── Input data

def top_speed(vehicle: Vehicle, aero: Aero) -> float:
    """Speed at which the drive force equals drag plus rolling resistance.

    When power limits the drive force this is the root of
    ``P = 1/2 rho C_D A V^3 + C_rr (m g + 1/2 rho V^2 S C_L,down) V`` ([MM]_);
    when traction limits it first, of ``mu N_driven = drag + rolling``.

    Returns
    -------
    float
        Speed, m/s; ``inf`` when nothing resists motion (no drag, no rolling resistance).

    References
    ----------
    Milliken & Milliken (1995), Race Car Vehicle Dynamics.
    """
    from scipy.optimize import brentq  # late import: keeps `import doe.study` light

    if aero.cda_m2 <= 0 and vehicle.rolling_resistance <= 0:
        return math.inf

    def net(v):
        return float(_drive_n(vehicle, aero, v) - _resistance_n(vehicle, aero, v))

    hi = 10.0
    while net(hi) > 0:
        hi *= 2.0
        if hi > 1e5:
            raise DoeError("vehicle: no top speed below 100 km/s; check power_kw and cda_m2")
    return brentq(net, 1e-9, hi, xtol=1e-12, rtol=1e-12)


# ---------------------------------------------------------------------------
# track and lap time
SEGMENT_KINDS = ("straight", "corner")


@dataclass(frozen=True)
class Segment:
    """One piece of track.

    Attributes
    ----------
    kind : {"straight", "corner"}
    length_m : float
        Length along the driven line, m (for a corner, the arc length).
    radius_m : float or None
        Corner radius, m; None for a straight.
    """

    kind: str
    length_m: float
    radius_m: float | None = None

    def __post_init__(self):
        if self.kind not in SEGMENT_KINDS:
            raise DoeError(f"track: segment kind {self.kind!r} is not one of {', '.join(SEGMENT_KINDS)}")
        _positive("segment length_m", self.length_m)
        if self.kind == "corner":
            if self.radius_m is None:
                raise DoeError("track: a corner needs radius_m")
            _positive("corner radius_m", self.radius_m)
        elif self.radius_m is not None:
            raise DoeError("track: a straight has no radius_m")

    @classmethod
    def corner(cls, radius_m: float, angle_deg: float | None = None, length_m: float | None = None) -> "Segment":
        """A corner of radius ``radius_m`` (m) given by its turn angle (deg) or arc length (m)."""
        if (angle_deg is None) == (length_m is None):
            raise DoeError("track: give a corner either angle_deg or length_m, not both or neither")
        if angle_deg is not None:
            length_m = _positive("corner radius_m", radius_m) * math.radians(_positive("corner angle_deg", angle_deg))
        return cls("corner", length_m, radius_m)


@dataclass(frozen=True)
class Track:
    """A closed lap: segments driven in order, the last one joining the first.

    Attributes
    ----------
    segments : tuple of Segment
        At least one corner.
    name : str
    """

    segments: tuple
    name: str = ""

    def __post_init__(self):
        if not any(s.kind == "corner" for s in self.segments):
            raise DoeError("track: a lap needs at least one corner")

    @property
    def length_m(self) -> float:
        """Lap length, m."""
        return float(sum(s.length_m for s in self.segments))


@dataclass(frozen=True)
class LapResult:
    """A simulated lap.

    Attributes
    ----------
    time_s : float
        Lap time, s.
    segment_times_s : tuple of float
        Time in each segment, s, in track order.
    min_speed_m_s, max_speed_m_s : float
        Lowest and highest speed on the lap, m/s.
    distance_m, speed_m_s : ndarray
        Speed trace on the lap's grid (distance from the start of the first segment).
    """

    time_s: float
    segment_times_s: tuple
    min_speed_m_s: float
    max_speed_m_s: float
    distance_m: np.ndarray = field(repr=False)
    speed_m_s: np.ndarray = field(repr=False)


def _rk4_v2(rate, v: float, ds: float) -> float:
    """One RK4 step of d(v^2)/ds = 2 rate(v) over ds (ds < 0 integrates backwards with -rate)."""
    def f(u):
        return 2.0 * float(rate(math.sqrt(max(u, 0.0))))

    u = v * v
    k1 = f(u)
    k2 = f(u + 0.5 * ds * k1)
    k3 = f(u + 0.5 * ds * k2)
    k4 = f(u + ds * k3)
    return math.sqrt(max(u + ds * (k1 + 2 * k2 + 2 * k3 + k4) / 6.0, 0.0))


def _grid(track: Track, step_m: float):
    """Cell edges along the lap and the segment index of each cell."""
    edges, owner = [0.0], []
    for i, seg in enumerate(track.segments):
        n = max(int(math.ceil(seg.length_m / step_m)), 4)
        start = edges[-1]
        edges.extend(start + seg.length_m * np.arange(1, n + 1) / n)
        owner.extend([i] * n)
    return np.asarray(edges), np.asarray(owner)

────

> [Directions for this task]:
Extract every line above containing the word "first".

> [Response to this exercise]:
    when traction limits it first, of ``mu N_driven = drag + rolling``.
    """A closed lap: segments driven in order, the last one joining the first.
        Speed trace on the lap's grid (distance from the start of the first segment).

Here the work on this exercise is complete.